# Perlmutt pair? Which would be M & F?



## beachtan (Sep 25, 2008)

http://i429.photobucket.com/albums/qq18 ... -08009.jpg

Can anyone see this pic and tell me if its a perlmut and if its M or F?


----------



## SinisterKisses (Feb 24, 2004)

Absolutely not a perlmutt. Hard to tell for sure in that pic, but it looks like a peacock of some kind, maybe one of those "strawberry" ones or something.


----------



## ibr3ak (Jan 4, 2008)

I agree with SK, it's one of the strawberry/dragonblood peacock hybrids.


----------



## bulldogg7 (Mar 3, 2003)

looks like my female strawberries.


----------



## ibr3ak (Jan 4, 2008)

A little offtopic, but bulldogg do you have any males and if so could you post some pics?


----------



## bulldogg7 (Mar 3, 2003)

My male, sort of plain, no fancy blood red
http://s220.photobucket.com/albums/dd84 ... 1055-3.jpg
http://s220.photobucket.com/albums/dd84 ... 002-20.jpg


----------



## ibr3ak (Jan 4, 2008)

Thanks, looks good


----------



## beachtan (Sep 25, 2008)

Thanks bulldog7 - that pic is exactly what I have. So that one is a female. The other one I have doesnt look like your male. It's almost all white with very faint striping on the body. the dorsal fin and face are irridescent purple when the light hits it right and the dorsal fin has a bit of yellow across the tips. Could this still be the right male? Sorry I cant get a good pic. borrowing a friends 8mp this weekend so I'll try again.


----------



## bulldogg7 (Mar 3, 2003)

There's a wide range of variations, they're a hybrid fish. They can range from almost blood red to nearly white. Would like to see a pic of the male if you have one.


----------



## beachtan (Sep 25, 2008)

stupid photobucket. I've got too many passwords and usernames floatin' around in my brain! cant remember my photobucket password. give me a few minutes...


----------



## beachtan (Sep 25, 2008)

Here's what I think must be the male


----------



## bulldogg7 (Mar 3, 2003)

looks male, he'll probably color up great in a couple of months, the barring may go away. Sort of looks like an albino eureka without the pink eyes, but would probably still be called a strawberry.


----------



## aussieafricans (Dec 19, 2007)

here's my old male he was awesome, color was amazing :thumb:


----------



## ibr3ak (Jan 4, 2008)

Here's one of mine, just to show how colors vary:


----------



## beachtan (Sep 25, 2008)

Cool! How old/big do they need to be to breed? are there any signs I should watch for? the M & F do follow eachother around all the time... Can u tell I'm desperate for babies?? lol


----------



## ibr3ak (Jan 4, 2008)

Around 2.5".


----------



## beachtan (Sep 25, 2008)

I'm hearing these arent pairing fish? mine seem to be... but extremely non-aggressive.

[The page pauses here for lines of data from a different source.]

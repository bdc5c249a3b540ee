"""Mineral chemistry used by the demo generator: atomic weights, formulas, grain densities.

The demo computes its assays from its minerals, so every element it reports comes from
a mineral formula here (or from a trace-element field for Au, Ag, As, Zn and Pb, which
the scanner does not see). The table is local to the demo package on purpose: the demo
files must stay byte-for-byte stable even if the project's mineral reference is refined.

Formulas are written as element counts per formula unit. Solid solutions use one
representative composition, named beside each entry.

References
----------
.. [1] Prohaska, T. et al. (2022). Standard atomic weights of the elements 2021 (IUPAC
   Technical Report). Pure and Applied Chemistry 94(5), 573-600.
   DOI: 10.1515/pac-2019-0603. Abridged (conventional) values.
.. [2] Anthony, J.W., Bideaux, R.A., Bladh, K.W. & Nichols, M.C. (eds.) Handbook of
   Mineralogy. Mineralogical Society of America. Ideal formulas and measured densities
   (values here from memory, rounded to 0.01 g/cm3).
"""

from __future__ import annotations

import numpy as np

# IUPAC 2021 abridged / conventional standard atomic weights [g/mol] (ref. [1]).
ATOMIC_WEIGHT_G_MOL: dict[str, float] = {
    "H": 1.008,
    "B": 10.81,
    "C": 12.011,
    "O": 15.999,
    "F": 18.998,
    "Na": 22.990,
    "Mg": 24.305,
    "Al": 26.982,
    "Si": 28.085,
    "P": 30.974,
    "S": 32.06,
    "K": 39.098,
    "Ca": 40.078,
    "Ti": 47.867,
    "Fe": 55.845,
    "Cu": 63.546,
    "Mo": 95.95,
}

# Element counts per formula unit. Hydroxyl and water written out as H and O.
FORMULAS: dict[str, dict[str, float]] = {
    # featureless quartz + plagioclase, taken as 50 % quartz, 38 % albite, 12 % anorthite by
    # mass (an assumption of the demo); stored per 100 g as moles, see _featureless_counts
    "quartz": {"Si": 1, "O": 2},
    "albite": {"Na": 1, "Al": 1, "Si": 3, "O": 8},
    "anorthite": {"Ca": 1, "Al": 2, "Si": 2, "O": 8},
    "k_feldspar": {"K": 1, "Al": 1, "Si": 3, "O": 8},
    # biotite between phlogopite and annite, Mg-rich as in potassic alteration:
    # K(Mg2Fe)AlSi3O10(OH)2
    "biotite": {"K": 1, "Mg": 2, "Fe": 1, "Al": 1, "Si": 3, "O": 12, "H": 2},
    # white mica as muscovite KAl2(AlSi3)O10(OH)2
    "white_mica": {"K": 1, "Al": 3, "Si": 3, "O": 12, "H": 2},
    # illite K0.65Al2(Al0.65Si3.35)O10(OH)2
    "illite": {"K": 0.65, "Al": 2.65, "Si": 3.35, "O": 12, "H": 2},
    # smectite as a Na-Ca montmorillonite, interlayer water left out:
    # Na0.2Ca0.1(Al1.67Mg0.33)Si4O10(OH)2
    "smectite": {"Na": 0.2, "Ca": 0.1, "Al": 1.67, "Mg": 0.33, "Si": 4, "O": 12, "H": 2},
    "kaolinite": {"Al": 2, "Si": 2, "O": 9, "H": 4},
    "dickite": {"Al": 2, "Si": 2, "O": 9, "H": 4},
    # halloysite-(10 A) Al2Si2O5(OH)4.2H2O
    "halloysite": {"Al": 2, "Si": 2, "O": 11, "H": 8},
    "pyrophyllite": {"Al": 2, "Si": 4, "O": 12, "H": 2},
    "alunite": {"K": 1, "Al": 3, "S": 2, "O": 14, "H": 6},
    "jarosite": {"K": 1, "Fe": 3, "S": 2, "O": 14, "H": 6},
    "gypsum": {"Ca": 1, "S": 1, "O": 6, "H": 4},
    "anhydrite": {"Ca": 1, "S": 1, "O": 4},
    # chlorite between clinochlore and chamosite: (Mg3Fe2Al)(AlSi3)O10(OH)8
    "chlorite": {"Mg": 3, "Fe": 2, "Al": 2, "Si": 3, "O": 18, "H": 8},
    # epidote Ca2Al2Fe(SiO4)(Si2O7)O(OH)
    "epidote": {"Ca": 2, "Al": 2, "Fe": 1, "Si": 3, "O": 13, "H": 1},
    # actinolite Ca2(Mg4Fe)Si8O22(OH)2
    "actinolite": {"Ca": 2, "Mg": 4, "Fe": 1, "Si": 8, "O": 24, "H": 2},
    "calcite": {"Ca": 1, "C": 1, "O": 3},
    "dolomite": {"Ca": 1, "Mg": 1, "C": 2, "O": 6},
    # ankerite Ca(Fe0.6Mg0.4)(CO3)2
    "ankerite": {"Ca": 1, "Fe": 0.6, "Mg": 0.4, "C": 2, "O": 6},
    "siderite": {"Fe": 1, "C": 1, "O": 3},
    "magnetite": {"Fe": 3, "O": 4},
    "hematite": {"Fe": 2, "O": 3},
    "goethite": {"Fe": 1, "O": 2, "H": 1},
    # tourmaline as schorl NaFe3Al6(BO3)3Si6O18(OH)4
    "tourmaline": {"Na": 1, "Fe": 3, "Al": 6, "B": 3, "Si": 6, "O": 31, "H": 4},
    "diaspore": {"Al": 1, "O": 2, "H": 1},
    "rutile": {"Ti": 1, "O": 2},
    # fluorapatite Ca5(PO4)3F
    "apatite": {"Ca": 5, "P": 3, "O": 12, "F": 1},
    "pyrite": {"Fe": 1, "S": 2},
    "chalcopyrite": {"Cu": 1, "Fe": 1, "S": 2},
    "bornite": {"Cu": 5, "Fe": 1, "S": 4},
    "chalcocite": {"Cu": 2, "S": 1},
    "covellite": {"Cu": 1, "S": 1},
    "molybdenite": {"Mo": 1, "S": 2},
    "malachite": {"Cu": 2, "C": 1, "O": 5, "H": 2},
    # chrysocolla taken as Cu2H2Si2O5(OH)4 (variable hydration; ideal water content)
    "chrysocolla": {"Cu": 2, "Si": 2, "O": 9, "H": 6},
}

# Mass fractions of the phases making up the featureless quartz-feldspar background.
FEATURELESS_MIX: dict[str, float] = {"quartz": 0.50, "albite": 0.38, "anorthite": 0.12}

# Grain densities [g/cm3] (ref. [2], from memory; representative values).
GRAIN_DENSITY_G_CM3: dict[str, float] = {
    "quartz_feldspar": 2.64,
    "k_feldspar": 2.56,
    "biotite": 3.00,
    "white_mica": 2.82,
    "illite": 2.75,
    "smectite": 2.35,
    "kaolinite": 2.60,
    "dickite": 2.60,
    "halloysite": 2.10,
    "pyrophyllite": 2.80,
    "alunite": 2.74,
    "jarosite": 3.10,
    "gypsum": 2.32,
    "anhydrite": 2.97,
    "chlorite": 2.90,
    "epidote": 3.40,
    "actinolite": 3.10,
    "calcite": 2.71,
    "dolomite": 2.85,
    "ankerite": 3.00,
    "siderite": 3.90,
    "magnetite": 5.18,
    "hematite": 5.26,
    "goethite": 4.27,
    "tourmaline": 3.15,
    "diaspore": 3.38,
    "rutile": 4.25,
    "apatite": 3.19,
    "pyrite": 5.01,
    "chalcopyrite": 4.19,
    "bornite": 5.09,
    "chalcocite": 5.65,
    "covellite": 4.68,
    "molybdenite": 4.70,
    "malachite": 4.00,
    "chrysocolla": 2.20,
}

# Elements the demo assays report from mineral stoichiometry.
ASSAY_ELEMENTS = ("Cu", "Mo", "Fe", "S", "Ca", "Mg", "Al", "K")

# Charges of cations released by acid dissolution (Si stays as silica, C leaves as CO2).
_CATION_CHARGE = {"Na": 1, "K": 1, "Mg": 2, "Ca": 2, "Fe": 2, "Al": 3, "Cu": 2}

H2SO4_G_MOL = 2 * ATOMIC_WEIGHT_G_MOL["H"] + ATOMIC_WEIGHT_G_MOL["S"] + 4 * ATOMIC_WEIGHT_G_MOL["O"]


def molar_mass_g_mol(counts: dict[str, float]) -> float:
    """Molar mass [g/mol] of a formula given as element counts.

    Examples
    --------
    >>> round(molar_mass_g_mol(FORMULAS["chalcopyrite"]), 3)
    183.517
    """
    return float(sum(ATOMIC_WEIGHT_G_MOL[el] * n for el, n in counts.items()))


def element_fractions(name: str) -> dict[str, float]:
    """Element mass fractions [g/g] of a demo mineral (or of the featureless background).

    Parameters
    ----------
    name : str
        A key of :data:`FORMULAS`, or ``"quartz_feldspar"`` for the featureless mixture
        of :data:`FEATURELESS_MIX`.

    Notes
    -----
    w_el = n_el A_el / sum_j n_j A_j, with A the atomic weights of ref. [1]. For a mixture
    the fractions are the mass-weighted means of its phases.

    Examples
    --------
    >>> round(element_fractions("chalcopyrite")["Cu"], 4)
    0.3463
    """
    if name == "quartz_feldspar":
        out: dict[str, float] = {}
        for phase, share in FEATURELESS_MIX.items():
            for el, w in element_fractions(phase).items():
                out[el] = out.get(el, 0.0) + share * w
        return out
    if name not in FORMULAS:
        msg = f"unknown demo mineral {name!r}; known: {', '.join(sorted(FORMULAS))}"
        raise KeyError(msg)
    counts = FORMULAS[name]
    total = molar_mass_g_mol(counts)
    return {el: ATOMIC_WEIGHT_G_MOL[el] * n / total for el, n in counts.items()}


def element_matrix(minerals: tuple[str, ...], elements: tuple[str, ...] = ASSAY_ELEMENTS):
    """Mass-fraction matrix [g/g], shape (len(minerals), len(elements))."""
    mat = np.zeros((len(minerals), len(elements)))
    for i, m in enumerate(minerals):
        fr = element_fractions(m)
        for j, el in enumerate(elements):
            mat[i, j] = fr.get(el, 0.0)
    return mat


def acid_factor_kg_kg(name: str) -> float:
    """Sulfuric acid consumed by full dissolution of a mineral [kg H2SO4 / kg mineral].

    Notes
    -----
    f = (nu_H / 2) M(H2SO4) / M(mineral), with nu_H the protons consumed, taken as the sum
    of the charges of the released cations (Na+, K+, Mg2+, Ca2+, Fe2+, Al3+, Cu2+); silica
    stays behind and carbonate leaves as CO2. This is the stoichiometric upper bound
    (e.g. CaCO3 + H2SO4 -> CaSO4 + CO2 + H2O gives 98.08/100.09).
    """
    counts = FORMULAS[name]
    protons = sum(_CATION_CHARGE.get(el, 0) * n for el, n in counts.items())
    return float(protons / 2.0 * H2SO4_G_MOL / molar_mass_g_mol(counts))


def acid_per_cu_kg_kg() -> float:
    """Acid consumed per kg of copper dissolved from oxide minerals: M(H2SO4)/M(Cu) [kg/kg]."""
    return H2SO4_G_MOL / ATOMIC_WEIGHT_G_MOL["Cu"]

So many people here are bashing me for mixing species, saying I'm doing everything wrong. It seems everything I do gets such a negative response. really bums me out! But my tank looks exactly like I want it to and all the fish are doing great! the ick is gone and they are all just doing their own thing. No one is getting picked on. The lfs owner i've known for years and he keeps 85 tanks at home and raises these so he lets me know temperment and everything. Everything I've done that he's suggested has worked exactly like he said it would. in spite of my decisions being so unpopular on this site! My brother told me he quit on these sites because he was sick of getting beat on. He has an 800 gal system at home. It's a reef tank with the main tank of 600 gal. It's really cool. So I think I'm not gonna be on here so much anymore. it's not so fun anymore.


----------



## SinisterKisses (Feb 24, 2004)

The thing you don't see to be getting is that it will not last. They might be okay for the moment, but they've all been together for what, a couple days? These are juvenile fish. Come back in a year and tell us how happy they all are.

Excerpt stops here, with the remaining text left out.